There are some nice ones but I believe you will need to sign up to get access to the details.


----------



## FireFox (Jun 19, 2021)

GeoffL said:


> I'm not sure that forum rules permit disclosing POIs as that undermines how this website is funded. There are a stack shown on the *Location App*. Full members can access this and get full details; and annual membership costs less than most campsites charge per night!



Ahh no worries


----------



## Tookey (Jun 19, 2021)

FireFox said:


> Hey guys and girls,
> 
> Does anyone know if there are any overnight camping spots that are preferrably in the middle of nowhere to spend a night or two.
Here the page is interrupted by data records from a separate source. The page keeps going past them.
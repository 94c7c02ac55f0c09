package chem

import (
	"math"
	"testing"
	"unicode/utf8"
)

// FuzzParseFormula checks that no text panics, that what parses prints to a text that
// parses as the same formula, and that no number is out of bounds.
func FuzzParseFormula(f *testing.F) {
	for _, text := range []string{
		"Na2Cr2O7·2H2O", "CaSO4.0.5H2O", "[Fe(CN)6]^4-", "Cr2O7²⁻", "NH4+", "[2H]2O", "NaCl(aq)", "e^-", "Fe3+", "I3-", "SO42-",
		"RuCl3·xH2O", "CdSO4·8/3H2O", "^{13}CH4", "Na(", "C_{1.5}H2", "((((H))))", "(CH2O)n", "Fe0.95O", "H2O (l)", "D2O", "·", "½",
	} {
		f.Add(text)
	}
	f.Fuzz(func(t *testing.T, text string) {
		formula, err := ParseFormula(text)
		if err != nil {
			if err.Error() == "" {
				t.Errorf("ParseFormula(%q): an error without words", text)
			}
			return
		}
		again, err := ParseFormula(formula.String())
		if err != nil {
			t.Fatalf("ParseFormula(%q) prints as %q: %v", text, formula, err)
		}
		if again.Hill() != formula.Hill() || again.Charge() != formula.Charge() || again.State() != formula.State() ||
			again.MolarMass() != formula.MolarMass() || again.Waters() != formula.Waters() {
			t.Errorf("ParseFormula(%q) = %s, printed and parsed %s", text, formula.Hill(), again.Hill())
		}
		if m := float64(formula.MolarMass()); math.IsNaN(m) || math.IsInf(m, 0) || m < 0 || (m == 0) != (formula.Weighable() != nil) {
			t.Errorf("ParseFormula(%q): molar mass %v, %v", text, m, formula.Weighable())
		}
		formula.Rich()
		_ = formula.Anhydrous().String()
		if numbers, err := formula.OxidationNumbers(); err == nil {
			for _, n := range numbers {
				if math.IsNaN(n.Number) || math.IsInf(n.Number, 0) {
					t.Errorf("oxidation number of %s in %q: %v", n.Symbol, text, n.Number)
				}
			}
		}
	})
}

// FuzzParseEquation checks that no text panics, that what parses prints and parses as
// the same equation, and that a balanced equation balances.
func FuzzParseEquation(f *testing.F) {
	for _, text := range []string{
		"Cr2O7^2- + Fe^2+ + H^+ -> Cr^3+ + Fe^3+ + H2O", "H2+O2->H2O", "Na++Cl-->NaCl", "H2 + 1/2 O2 = H2O", "-> H2O", "C + O2 -> CO + CO2",
		"CaSO4·½H2O + H2O -> CaSO4·2H2O", "Cl^- + OH^- -> ClO3^- + H2O + e^-", "H2 -> O2", "999999999 H2 -> H2", "+->+",
	} {
		f.Add(text)
	}
	f.Fuzz(func(t *testing.T, text string) {
		e, err := ParseEquation(text)
		if err != nil {
			return
		}
		again, err := ParseEquation(e.String())
		if err != nil || again.String() != e.String() {
			t.Fatalf("ParseEquation(%q) prints as %q, which parses as %q, %v", text, e, again, err)
		}
		balanced, err := Balance(e)
		if err != nil {
			return
		}
		if err := balanced.Balanced(); err != nil {
			t.Errorf("Balance(%q) = %q: %v", text, balanced, err)
		}
		if n, err := balanced.Electrons(); err == nil && (math.IsNaN(n) || n < 0) {
			t.Errorf("Electrons(%q) = %v", balanced, n)
		}
	})
}

// FuzzParseQuantity checks all quantities and their units: no text panics, and what
// parses is a number.
func FuzzParseQuantity(f *testing.F) {
	for _, text := range []string{
		"50 g", "1,5 kg", "1,234 g", "1.234,5 g", "98 % w/w", "25 °C", "-459.67 °F", "1 h 30 min", "0.5 mol/L", "1e999 g", "NaN", "1×10^3 g",
		"2\u202f000 mL", "4.18 J/(g K)", "1.2 equiv", "−5 K", ",", "1..2",
	} {
		f.Add(text)
	}
	f.Fuzz(func(t *testing.T, text string) {
		fuzzOne(t, text, ParseMass)
		fuzzOne(t, text, ParseVolume)
		fuzzOne(t, text, ParseAmount)
		fuzzOne(t, text, ParseTemperature)
		fuzzOne(t, text, ParseTemperatureStep)
		fuzzOne(t, text, ParsePressure)
		fuzzOne(t, text, ParseDensity)
		fuzzOne(t, text, ParseConcentration)
		fuzzOne(t, text, ParseMassConcentration)
		fuzzOne(t, text, ParseMolality)
		fuzzOne(t, text, ParseFraction)
		fuzzOne(t, text, ParseExcess)
		fuzzOne(t, text, ParseDuration)
		fuzzOne(t, text, ParseEnergy)
		fuzzOne(t, text, ParseMolarEnergy)
		fuzzOne(t, text, ParseSpecificHeat)
		fuzzOne(t, text, ParsePower)
		fuzzOne(t, text, ParseMolarMass)
		fuzzOne(t, text, ParseArea)
		fuzzOne(t, text, ParseNumber)
	})
}

func fuzzOne[Q ~float64](t *testing.T, text string, parse func(string) (Q, error)) {
	t.Helper()
	q, err := parse(text)
	if !Finite(q) || err != nil && (q != 0 || err.Error() == "") {
		t.Errorf("parsing %q: %v, %v", text, q, err)
	}
}

// FuzzUnit checks that a unit is taken the same however its number is written, and
// that a number without its unit is refused.
func FuzzUnit(f *testing.F) {
	for _, u := range []string{"g", "kg", "µg", "μg", "mL", "cm³", "°C", "mol/L", "%", " w/w %", "g /mL", "", "lb", "K"} {
		f.Add(u)
	}
	f.Fuzz(func(t *testing.T, unit string) {
		if r := readNumber("2 " + unit); r.err != nil || r.value != 2 {
			return // the unit itself goes on with the number
		}
		one, err1 := ParseMass("2 " + unit)
		two, err2 := ParseMass("2.0 " + unit)
		if one != two || (err1 == nil) != (err2 == nil) {
			t.Errorf("2 and 2.0 %q: %v, %v and %v, %v", unit, one, err1, two, err2)
		}
		if plain := plainUnit(unit); utf8.ValidString(unit) && plain != plainUnit(plain) {
			t.Errorf("plainUnit(%q) = %q, again %q", unit, plain, plainUnit(plain))
		}
	})
}

// FuzzLookupSubstance checks that no key panics and that a found one is found again by
// its own name.
func FuzzLookupSubstance(f *testing.F) {
	for _, key := range []string{"sodium sulfate, anhydrous", "CuSO4·5H2O", "7732-18-5", "borax", "", "ß", "anhydrous", "\xff"} {
		f.Add(key)
	}
	f.Fuzz(func(t *testing.T, key string) {
		s, ok := LookupSubstance(key)
		if ok != (s != nil) {
			t.Fatalf("LookupSubstance(%q) = %v, %v", key, s, ok)
		}
		if !ok {
			return
		}
		if again, ok := LookupSubstance(s.Name); !ok || again != s {
			t.Errorf("%q finds %s, which doesn't find itself", key, s.Name)
		}
	})
}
My motorhome is my car at the moment until I get a van next year so don't need anywhere big.
> 
> Thanks,


Ranger wanted to move us off a Keilder car park, I had had a drink and having a toddler on board probably swayed it and he instead asked us to be gone by 07.30 but I did get the impression this wasn't his usual attitude. They do do the rounds, you have been warned


----------



## FireFox (Jun 19, 2021)

Tookey said:


> Ranger wanted to move us off a Keilder car park, I had had a drink and having a toddler on board probably swayed it and he instead asked us to be gone by 07.30 but I did get the impression this wasn't his usual attitude. They do do the rounds, you have been warned



Ahh, sometimes that is the risk. A few months ago I spent 2 nights in the back of my car at the Lake District, I spent the first night in a carpark on Coniston shore (I think it was near Torver) and did see a few rangers but never got bothered with them.

I'm hoping for the most part they can tell the difference between knobheads and genuine people just camping out having a good time.


----------